[Stored data entries]

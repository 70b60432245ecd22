"""Member files (TOML, SPEC section 3) to `model.Member`, with errors that name file, key and line.

Every dimensioned value is a string with its unit, parsed by `units.parse` to SI. Unknown keys are
errors (a misspelt key would otherwise be silently ignored).
"""

from __future__ import annotations

import math
import re
import tomllib
from dataclasses import replace
from pathlib import Path
from typing import Any

from sizer import units
from sizer.errors import InputError
from sizer.model import (
    DEFAULT_CASE,
    DEFAULT_COMBINATION,
    FREEDOMS,
    HEIGHT_FACES,
    RESTRAINT_HOLDS,
    SUPPORT_TYPES,
    WARPING_CHOICES,
    Allowables,
    CheckSettings,
    DeflectionLimit,
    Hinge,
    LineLoad,
    Load,
    Material,
    Member,
    PointLoad,
    Pressure,
    Restraint,
    Support,
)

GRAVITY_DIRECTIONS = {"-x": (0, -1), "+x": (0, 1), "-y": (1, -1), "+y": (1, 1), "-z": (2, -1), "+z": (2, 1)}
TOP_KEYS = {"title", "member", "supports", "hinges", "restraints", "loads", "combinations", "checks", "materials"}
MEMBER_KEYS = {"length", "material", "section", "orientation", "self_weight", "gravity"}
SUPPORT_KEYS = {"at", "type", "restrain", "springs", "warping"}
RESTRAINT_KEYS = {"at", "from", "to", "hold", "height"}
LOAD_KEYS = {
    "point": {"type", "case", "at", "fx", "fy", "fz", "height", "pattern"},
    "moment": {"type", "case", "at", "mx", "my", "mz", "pattern"},
    "line": {"type", "case", "from", "to", "wx", "wy", "wz", "mx", "wx_end", "wy_end", "wz_end", "mx_end", "height", "pattern"},
    "area": {"type", "case", "from", "to", "px", "py", "pz", "px_end", "py_end", "pz_end", "width", "height", "pattern"},
}
LINE_COMPONENTS = (("wx", "force_per_length"), ("wy", "force_per_length"), ("wz", "force_per_length"), ("mx", "moment_per_length"))
AREA_COMPONENTS = ("px", "py", "pz")  # pressures along x, y, z; times the width they make wx, wy, wz
SINGLE_DEFLECTION_KEYS = ("deflection_limit", "deflection_limit_overhang", "deflection_combinations")
CHECK_KEYS = {
    *SINGLE_DEFLECTION_KEYS, "deflection",
    "buckling_length_major", "buckling_length_minor", "buckling_safety_factor",
}
DEFLECTION_KEYS = {"limit", "overhang_limit", "combinations", "relative_to_supports"}
MATERIAL_KEYS = {"elastic_modulus", "shear_modulus", "poisson_ratio", "density", "yield_strength", "allowable"}
ALLOWABLE_KEYS = ("tension", "compression", "bending", "shear", "equivalent")
LARGEST_NUMBER = 1e6  # plain numbers (factors, limits, ratios) are at most this in size (docs/limits.md)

Task prompt:
Once you have read the data above, print all of it again exactly.

Output:
repository 70b60432245ecd22
"""Member files (TOML, SPEC section 3) to `model.Member`, with errors that name file, key and line.

Every dimensioned value is a string with its unit, parsed by `units.parse` to SI. Unknown keys are
errors (a misspelt key would otherwise be silently ignored).
"""

from __future__ import annotations

import math
import re
import tomllib
from dataclasses import replace
from pathlib import Path
from typing import Any

from sizer import units
from sizer.errors import InputError
from sizer.model import (
    DEFAULT_CASE,
    DEFAULT_COMBINATION,
    FREEDOMS,
    HEIGHT_FACES,
    RESTRAINT_HOLDS,
    SUPPORT_TYPES,
    WARPING_CHOICES,
    Allowables,
    CheckSettings,
    DeflectionLimit,
    Hinge,
    LineLoad,
    Load,
    Material,
    Member,
    PointLoad,
    Pressure,
    Restraint,
    Support,
)

GRAVITY_DIRECTIONS = {"-x": (0, -1), "+x": (0, 1), "-y": (1, -1), "+y": (1, 1), "-z": (2, -1), "+z": (2, 1)}
TOP_KEYS = {"title", "member", "supports", "hinges", "restraints", "loads", "combinations", "checks", "materials"}
MEMBER_KEYS = {"length", "material", "section", "orientation", "self_weight", "gravity"}
SUPPORT_KEYS = {"at", "type", "restrain", "springs", "warping"}
RESTRAINT_KEYS = {"at", "from", "to", "hold", "height"}
LOAD_KEYS = {
    "point": {"type", "case", "at", "fx", "fy", "fz", "height", "pattern"},
    "moment": {"type", "case", "at", "mx", "my", "mz", "pattern"},
    "line": {"type", "case", "from", "to", "wx", "wy", "wz", "mx", "wx_end", "wy_end", "wz_end", "mx_end", "height", "pattern"},
    "area": {"type", "case", "from", "to", "px", "py", "pz", "px_end", "py_end", "pz_end", "width", "height", "pattern"},
}
LINE_COMPONENTS = (("wx", "force_per_length"), ("wy", "force_per_length"), ("wz", "force_per_length"), ("mx", "moment_per_length"))
AREA_COMPONENTS = ("px", "py", "pz")  # pressures along x, y, z; times the width they make wx, wy, wz
SINGLE_DEFLECTION_KEYS = ("deflection_limit", "deflection_limit_overhang", "deflection_combinations")
CHECK_KEYS = {
    *SINGLE_DEFLECTION_KEYS, "deflection",
    "buckling_length_major", "buckling_length_minor", "buckling_safety_factor",
}
DEFLECTION_KEYS = {"limit", "overhang_limit", "combinations", "relative_to_supports"}
MATERIAL_KEYS = {"elastic_modulus", "shear_modulus", "poisson_ratio", "density", "yield_strength", "allowable"}
ALLOWABLE_KEYS = ("tension", "compression", "bending", "shear", "equivalent")
LARGEST_NUMBER = 1e6  # plain numbers (factors, limits, ratios) are at most this in size (docs/limits.md)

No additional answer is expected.